» **About this exercise**
From the entries that follow, copy every line with the word "cannot".

» **Input material**
>>>
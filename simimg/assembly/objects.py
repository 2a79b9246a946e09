"""What is up there, counted out: every object of a scene with its place and its electrons.

The inventory holds one row an object (a pair is two) in the order of the scene, its catalogues'
stars last, as arrays, so that a million stars cost no more than they must; and the same objects
as the engine's sources.
"""

from __future__ import annotations

from collections.abc import Iterator
from dataclasses import dataclass
from math import cos, pi, sin
from typing import Any

import numpy as np

from simimg.arrays import AnyArray, FloatArray
from simimg.assembly.basis import FOLLOWED
from simimg.assembly.brightness import Photometry, photometry
from simimg.assembly.catalogues import catalogue_rows
from simimg.assembly.colours import colour_keys
from simimg.assembly.dither import pointing_turn
from simimg.assembly.motion import field_turn, moved_points, object_trail
from simimg.assembly.orbits import pair_place
from simimg.assembly.places import FieldGeometry, field_geometry, object_place
from simimg.assembly.shapes import sky_shape
from simimg.assembly.train import Train, assemble_train
from simimg.imaging.sources import PlacedShape, Points, SkyShape, Sources
from simimg.scene.model import Scene
from simimg.scene.objects import Luminous, Pair

SHAPE_KEYS = (
    "sersic_index",
    "effective_radius",
    "axis_ratio",
    "diameter",
    "limb_darkening",
    "phase_angle",
    "inner_diameter",
    "outer_diameter",
    "inclination",
    "width",
    "position_angle",
)


@dataclass(frozen=True)
class Entry:
    """One row of the inventory.

    Attributes
    ----------
    label, kind : str
    x, y : float
        Place in pixels.
    electrons : float
        Of one exposure, over the whole PSF.
    magnitude : float
        NaN where the brightness was given in electrons.
    separation, position_angle : float
        Of a pair's second star about its first (rad); NaN otherwise.
    partner : int
        Row of the other star of a pair; -1 otherwise.
    keys : dict
        Keys of the shape, SI.
    catalogue : bool
        True for a star of a catalogue.
    shape : SkyShape or None
        None for points.
    """

    label: str
    kind: str
    x: float
    y: float
    electrons: float
    magnitude: float
    separation: float
    position_angle: float
    partner: int
    keys: dict[str, float]
    catalogue: bool
    shape: SkyShape | None


@dataclass(frozen=True, eq=False)
class Inventory:
    """Every object of a scene, as columns of one length, and as sources for the engine.

    `colour` is the kind of source for the engine, `trails` (rad) the motion of those written in the
    scene, `turn` (rad) that of the field; the rest is as in `Entry`.
    """

    label: AnyArray
    kind: AnyArray
    x: FloatArray
    y: FloatArray
    electrons: FloatArray
    magnitude: FloatArray
    separation: FloatArray
    position_angle: FloatArray
    partner: AnyArray
    keys: tuple[dict[str, float], ...]
    shapes: tuple[SkyShape | None, ...]
    geometry: FieldGeometry
    colour: AnyArray
    trails: FloatArray
    turn: float
    train: Train
    where: str

    def __len__(self) -> int:
        return int(self.x.size)

    @property
    def written(self) -> int:
        """Rows that stand in the scene itself; those of catalogues follow."""
        return len(self.keys)

    @property
    def points(self) -> Points:
        """All objects as points, in the order of the rows, where they are at mid-exposure."""
        return Points(self.x, self.y, self.electrons, self.colour)

    @property
    def sources(self) -> Sources:
        """The same objects for the engine; what moves is drawn out."""
        point = np.ones(len(self), dtype=bool)
        shapes: list[PlacedShape] = []
        for row, shape in enumerate(self.shapes):
            if shape is not None:
                point[row] = False
                places = self.drawn(np.array([row]))
                shapes += [
                    PlacedShape(float(x), float(y), float(light), shape, int(kind))
                    for x, y, light, kind in zip(
                        places.x, places.y, places.electrons, places.kind, strict=True
                    )
                ]
        return Sources(self.drawn(np.flatnonzero(point)), tuple(shapes))

    def drawn(self, rows: AnyArray) -> Points:
        """The points of some rows (their numbers); what moves is drawn out."""
        trails = np.zeros((rows.size, 2))
        own = rows < self.written
        trails[own] = self.trails[rows[own]]
        return moved_points(
            self.points.chosen(rows),
            trails=trails,
            turn=self.turn,
            finest=self.train.basis.members[0],
            geometry=self.geometry,
            where=self.where,
        )

    def entry(self, row: int) -> Entry:
        """One row."""
        own = row < self.written
        return Entry(
            label=str(self.label[row]),
            kind=str(self.kind[row]),
            x=float(self.x[row]),
            y=float(self.y[row]),
            electrons=float(self.electrons[row]),
            magnitude=float(self.magnitude[row]),
            separation=float(self.separation[row]),
            position_angle=float(self.position_angle[row]),
            partner=int(self.partner[row]),
            keys=self.keys[row] if own else {},
            catalogue=not own,
            shape=self.shapes[row] if own else None,
        )

    @property
    def entries(self) -> Iterator[Entry]:
        """All rows, one after another."""
        return (self.entry(row) for row in range(len(self)))


def inventory(
    scene: Scene,
    *,
    train: Train | None = None,
    base: FieldGeometry | None = None,
    geometry: FieldGeometry | None = None,
) -> Inventory:
    """Count out the objects of a scene.

    Parameters
    ----------
    scene : Scene
    train : Train, optional
        The scene's train, where it has been assembled already.
    base : FieldGeometry, optional
        In which the objects are placed; the scene's own unless given.
    geometry : FieldGeometry, optional
        The detector that looks at them, where it points elsewhere.

    Raises
    ------
    InputError
        A catalogue or a picture that cannot serve; a magnitude without an exposure time.
    """
    train = assemble_train(scene) if train is None else train
    base = field_geometry(scene) if base is None else base
    geometry = base if geometry is None else geometry
    directions = pointing_turn(base, geometry)
    turned = directions.direction(0.0) - field_geometry(scene).direction(0.0)
    light = photometry(scene, area=train.pupil.area, airmass=train.airmass, palette=train.palette)
    followed = scene.pointing.track if scene.pointing is not None else None
    rows: list[dict[str, Any]] = []
    for kind in ("star", "pair", "galaxy", "disc", "ring", "picture"):
        for number, one in enumerate(getattr(scene, kind)):
            label = one.label or f"{kind}-{number + 1}"
            extra = FOLLOWED if followed is not None and one.label == followed else 0
            colours = [train.palette.kinds[key] for key in colour_keys(one)]
            common = {
                "label": label,
                "kind": kind,
                "trail": (0.0, 0.0) if extra else _turned(object_trail(scene, one.motion), turned),
            }
            x, y = object_place(one, base)
            if isinstance(one, Pair):
                made = _pair_rows(scene, one, x, y, base, len(rows), light, colours)
            else:
                made = [
                    {
                        "x": x,
                        "y": y,
                        "electrons": _electrons(
                            one, one.electrons, one.magnitude, light, colours[0]
                        ),
                        "magnitude": np.nan if one.magnitude is None else one.magnitude,
                        "keys": {k: getattr(one, k) for k in SHAPE_KEYS if hasattr(one, k)},
                        "shape": sky_shape(scene, f"{kind}[{number}]", one, directions),
                    }
                ]
            for row, colour in zip(made, colours, strict=True):
                rows.append({**common, **row, "colour": colour + extra})
    columns: dict[str, list[AnyArray]] = {
        "label": [np.array([r["label"] for r in rows], dtype=str)],
        "kind": [np.array([r["kind"] for r in rows], dtype=str)],
        "partner": [np.array([r.get("partner", -1) for r in rows], dtype=np.int64)],
        "colour": [np.array([r["colour"] for r in rows], dtype=np.int64)],
    }
    for name in ("x", "y", "electrons", "magnitude", "separation", "position_angle"):
        columns[name] = [np.array([r.get(name, np.nan) for r in rows], dtype=np.float64)]
    for number, catalogue in enumerate(scene.catalogue):
        part = catalogue_rows(scene, number, catalogue, base, light)
        for name, values in columns.items():
            values.append(part[name])
    joined = {name: np.concatenate(values) for name, values in columns.items()}
    if geometry != base:
        joined["x"], joined["y"] = _seen(joined["x"], joined["y"], base, geometry)
    return Inventory(
        **joined,
        keys=tuple(r["keys"] for r in rows),
        shapes=tuple(r["shape"] for r in rows),
        trails=np.array([r["trail"] for r in rows], dtype=np.float64).reshape(len(rows), 2),
        turn=field_turn(scene),
        geometry=geometry,
        train=train,
        where=scene.name,
    )


def _seen(
    x: FloatArray, y: FloatArray, base: FieldGeometry, geometry: FieldGeometry
) -> tuple[FloatArray, FloatArray]:
    """Pixels of one detector as pixels of another; far off where it cannot see them."""
    ra, dec = base.to_sky(x, y)
    cosine = np.sin(dec) * np.sin(geometry.dec) + np.cos(dec) * np.cos(geometry.dec) * np.cos(
        ra - geometry.ra
    )
    seen = cosine > 0.01
    far = np.full(x.size, 1e9)
    there = far.copy(), far.copy()
    there[0][seen], there[1][seen] = geometry.from_sky(ra[seen], dec[seen])
    return there


def _turned(trail: tuple[float, float], angle: float) -> tuple[float, float]:
    """A trail turned by an angle from x towards y."""
    if trail == (0.0, 0.0) or angle == 0.0:
        return trail
    c, s = cos(angle), sin(angle)
    return trail[0] * c - trail[1] * s, trail[0] * s + trail[1] * c


def _electrons(
    one: Luminous | Pair,
    electrons: float | None,
    magnitude: float | None,
    light: Photometry,
    colour: int,
) -> float:
    if electrons is not None:
        return electrons
    assert magnitude is not None
    return float(
        light.electrons(magnitude, colour, band=one.magnitude_band, system=one.magnitude_system)
    )


def _pair_rows(
    scene: Scene,
    pair: Pair,
    x: float,
    y: float,
    geometry: FieldGeometry,
    row: int,
    light: Photometry,
    colours: list[int],
) -> list[dict[str, Any]]:
    """The two stars of a pair; the second stands off in the tangent plane."""
    separation, position_angle = pair_place(scene, pair)
    east, north = geometry.to_offsets(np.array(x), np.array(y))
    second = geometry.to_pixels(
        east + separation * np.sin(position_angle),
        north + separation * np.cos(position_angle),
    )
    magnitudes = pair.magnitudes or (None, None)
    electrons = pair.electrons or (None, None)
    places = ((x, y), (float(second[0]), float(second[1])))
    return [
        {
            "x": places[star][0],
            "y": places[star][1],
            "electrons": _electrons(pair, electrons[star], magnitudes[star], light, colours[star]),
            "magnitude": np.nan if magnitudes[star] is None else magnitudes[star],
            "separation": separation,
            "position_angle": position_angle % (2.0 * pi),
            "partner": row + 1 - star,
            "keys": {},
            "shape": None,
        }
        for star in (0, 1)
    ]
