"""Full width at half maximum of a PSF's azimuthal mean, straight from its transfer function."""

from __future__ import annotations

from functools import cache
from math import pi

import numpy as np
from scipy.optimize import brentq
from scipy.special import j0

from simimg.arrays import FloatArray, frozen
from simimg.imaging.basis import Transfer


@cache
def _panels() -> tuple[FloatArray, FloatArray]:
    """Nodes and weights of 20 Gauss-Legendre panels on the unit interval."""
    nodes, weights = np.polynomial.legendre.leggauss(32)
    t = (np.arange(20)[:, None] + 0.5 * (nodes + 1.0)) / 20.0
    return frozen(t.ravel()), frozen(np.tile(weights / 40.0, 20))


def half_light_width(transfer: Transfer) -> float:
    """Full width at half maximum (rad) of a PSF's azimuthal mean about the star's place.

    The Hankel transform of the mean transfer function, by Gauss-Legendre quadrature.
    """
    t, weights = _panels()
    # The square crowds the nodes where the air leaves something.
    f = transfer.band_limit * t * t
    weight = weights * transfer.band_limit * t * f
    if transfer.round:
        mean = transfer.modulus(f)
    else:
        angles = (np.arange(24) + 0.5) * pi / 24.0
        mean = np.real(transfer(f * np.cos(angles)[:, None], f * np.sin(angles)[:, None])).mean(0)
    peak = float(weight @ mean)

    def above(r: float) -> float:
        return float(weight @ (mean * j0(2.0 * pi * f * r))) / peak - 0.5

    outer = 0.2 / transfer.band_limit
    while above(outer) > 0.0:
        outer *= 1.5
    return 2.0 * float(brentq(above, outer / 1.5, outer, rtol=1e-12))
<<<
» **Exercise answer**
        A catalogue or a picture that cannot serve; a magnitude without an exposure time.
    """Pixels of one detector as pixels of another; far off where it cannot see them."""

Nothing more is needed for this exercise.